§ Exercise brief:
From the records below, take each line where the string "createEmptyDatabase" shows up and copy it.

[Saved data entries]
########

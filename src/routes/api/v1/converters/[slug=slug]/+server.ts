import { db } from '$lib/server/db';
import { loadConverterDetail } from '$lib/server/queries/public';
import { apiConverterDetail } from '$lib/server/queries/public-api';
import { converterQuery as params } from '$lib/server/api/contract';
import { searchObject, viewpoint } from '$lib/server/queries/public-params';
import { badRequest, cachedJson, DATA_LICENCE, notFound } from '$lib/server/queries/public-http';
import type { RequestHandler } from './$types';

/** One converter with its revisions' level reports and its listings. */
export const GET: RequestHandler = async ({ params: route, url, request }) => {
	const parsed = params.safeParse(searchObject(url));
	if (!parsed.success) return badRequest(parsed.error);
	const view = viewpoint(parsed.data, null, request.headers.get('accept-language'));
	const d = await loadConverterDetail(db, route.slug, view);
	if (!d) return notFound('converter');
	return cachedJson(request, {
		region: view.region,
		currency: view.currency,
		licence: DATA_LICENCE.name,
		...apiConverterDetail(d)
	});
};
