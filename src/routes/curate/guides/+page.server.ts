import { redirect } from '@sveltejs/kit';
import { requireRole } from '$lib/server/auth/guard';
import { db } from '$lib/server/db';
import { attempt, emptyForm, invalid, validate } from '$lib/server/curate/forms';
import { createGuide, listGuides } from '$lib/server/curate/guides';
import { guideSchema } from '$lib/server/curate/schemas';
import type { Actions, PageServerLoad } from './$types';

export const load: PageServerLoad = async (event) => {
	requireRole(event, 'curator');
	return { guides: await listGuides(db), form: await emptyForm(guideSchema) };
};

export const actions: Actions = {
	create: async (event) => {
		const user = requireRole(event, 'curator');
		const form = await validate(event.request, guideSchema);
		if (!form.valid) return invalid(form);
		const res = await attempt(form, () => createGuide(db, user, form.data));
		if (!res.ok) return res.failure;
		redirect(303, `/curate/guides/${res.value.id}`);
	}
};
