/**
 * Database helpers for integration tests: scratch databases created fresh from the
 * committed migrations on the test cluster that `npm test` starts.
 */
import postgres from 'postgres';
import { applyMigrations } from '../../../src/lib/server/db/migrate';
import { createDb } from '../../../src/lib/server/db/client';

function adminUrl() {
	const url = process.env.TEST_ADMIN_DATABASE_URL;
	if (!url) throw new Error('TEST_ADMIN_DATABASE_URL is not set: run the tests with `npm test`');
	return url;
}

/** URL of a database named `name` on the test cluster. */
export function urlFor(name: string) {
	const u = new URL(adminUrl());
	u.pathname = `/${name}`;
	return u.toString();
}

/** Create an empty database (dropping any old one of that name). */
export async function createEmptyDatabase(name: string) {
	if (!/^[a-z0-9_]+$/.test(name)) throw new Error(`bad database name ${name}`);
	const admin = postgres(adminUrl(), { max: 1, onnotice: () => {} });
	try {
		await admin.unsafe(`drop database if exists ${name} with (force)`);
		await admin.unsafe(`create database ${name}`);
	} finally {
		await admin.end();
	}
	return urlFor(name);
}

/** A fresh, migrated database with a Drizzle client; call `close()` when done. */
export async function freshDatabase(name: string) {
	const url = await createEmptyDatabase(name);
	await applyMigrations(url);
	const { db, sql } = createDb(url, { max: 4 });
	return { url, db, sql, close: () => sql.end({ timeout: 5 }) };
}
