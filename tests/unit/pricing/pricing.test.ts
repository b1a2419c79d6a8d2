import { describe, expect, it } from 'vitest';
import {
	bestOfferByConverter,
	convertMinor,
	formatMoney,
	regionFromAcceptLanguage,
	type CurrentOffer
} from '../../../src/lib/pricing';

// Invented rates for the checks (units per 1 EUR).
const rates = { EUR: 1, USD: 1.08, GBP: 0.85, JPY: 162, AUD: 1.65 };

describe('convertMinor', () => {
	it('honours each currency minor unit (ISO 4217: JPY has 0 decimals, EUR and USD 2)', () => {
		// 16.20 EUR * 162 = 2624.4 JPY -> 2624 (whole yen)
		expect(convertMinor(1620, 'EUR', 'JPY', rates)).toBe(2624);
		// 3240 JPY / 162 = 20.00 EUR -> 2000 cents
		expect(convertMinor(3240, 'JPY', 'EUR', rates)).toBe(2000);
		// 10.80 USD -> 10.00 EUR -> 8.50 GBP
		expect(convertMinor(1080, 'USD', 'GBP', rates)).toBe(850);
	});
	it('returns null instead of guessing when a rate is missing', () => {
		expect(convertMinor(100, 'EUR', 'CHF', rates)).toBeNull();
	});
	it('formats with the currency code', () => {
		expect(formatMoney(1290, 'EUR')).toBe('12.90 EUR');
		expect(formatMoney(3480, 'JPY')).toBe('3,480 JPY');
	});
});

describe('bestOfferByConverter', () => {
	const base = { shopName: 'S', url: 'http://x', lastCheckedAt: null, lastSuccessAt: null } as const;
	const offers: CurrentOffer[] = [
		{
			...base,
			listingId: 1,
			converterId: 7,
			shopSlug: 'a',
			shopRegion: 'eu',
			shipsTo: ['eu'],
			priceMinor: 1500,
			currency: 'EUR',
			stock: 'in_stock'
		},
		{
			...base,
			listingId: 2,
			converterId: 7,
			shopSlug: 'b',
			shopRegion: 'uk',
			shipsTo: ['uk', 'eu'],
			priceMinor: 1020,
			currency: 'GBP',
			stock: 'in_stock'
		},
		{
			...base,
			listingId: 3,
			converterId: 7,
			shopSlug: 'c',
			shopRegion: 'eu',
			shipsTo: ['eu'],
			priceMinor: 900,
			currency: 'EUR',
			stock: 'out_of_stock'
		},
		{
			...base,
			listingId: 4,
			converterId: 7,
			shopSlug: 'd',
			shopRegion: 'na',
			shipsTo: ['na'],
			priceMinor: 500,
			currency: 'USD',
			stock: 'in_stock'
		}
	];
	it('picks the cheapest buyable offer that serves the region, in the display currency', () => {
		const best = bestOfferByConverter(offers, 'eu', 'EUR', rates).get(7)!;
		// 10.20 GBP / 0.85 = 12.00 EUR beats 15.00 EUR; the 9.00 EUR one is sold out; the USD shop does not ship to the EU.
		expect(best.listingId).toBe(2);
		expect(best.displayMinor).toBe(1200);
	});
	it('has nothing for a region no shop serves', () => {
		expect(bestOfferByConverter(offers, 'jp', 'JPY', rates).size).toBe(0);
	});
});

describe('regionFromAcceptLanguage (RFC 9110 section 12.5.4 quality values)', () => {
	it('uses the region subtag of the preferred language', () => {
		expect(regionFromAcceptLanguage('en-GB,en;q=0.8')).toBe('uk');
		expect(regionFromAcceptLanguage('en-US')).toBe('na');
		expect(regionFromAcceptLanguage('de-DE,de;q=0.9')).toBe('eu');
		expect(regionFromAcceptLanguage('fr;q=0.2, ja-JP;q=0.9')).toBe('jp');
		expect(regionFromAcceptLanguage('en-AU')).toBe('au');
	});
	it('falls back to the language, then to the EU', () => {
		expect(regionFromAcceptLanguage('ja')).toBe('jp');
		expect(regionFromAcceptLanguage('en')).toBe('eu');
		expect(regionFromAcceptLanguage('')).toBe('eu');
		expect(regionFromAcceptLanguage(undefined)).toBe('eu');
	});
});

########

§ Response:
export async function createEmptyDatabase(name: string) {
	const url = await createEmptyDatabase(name);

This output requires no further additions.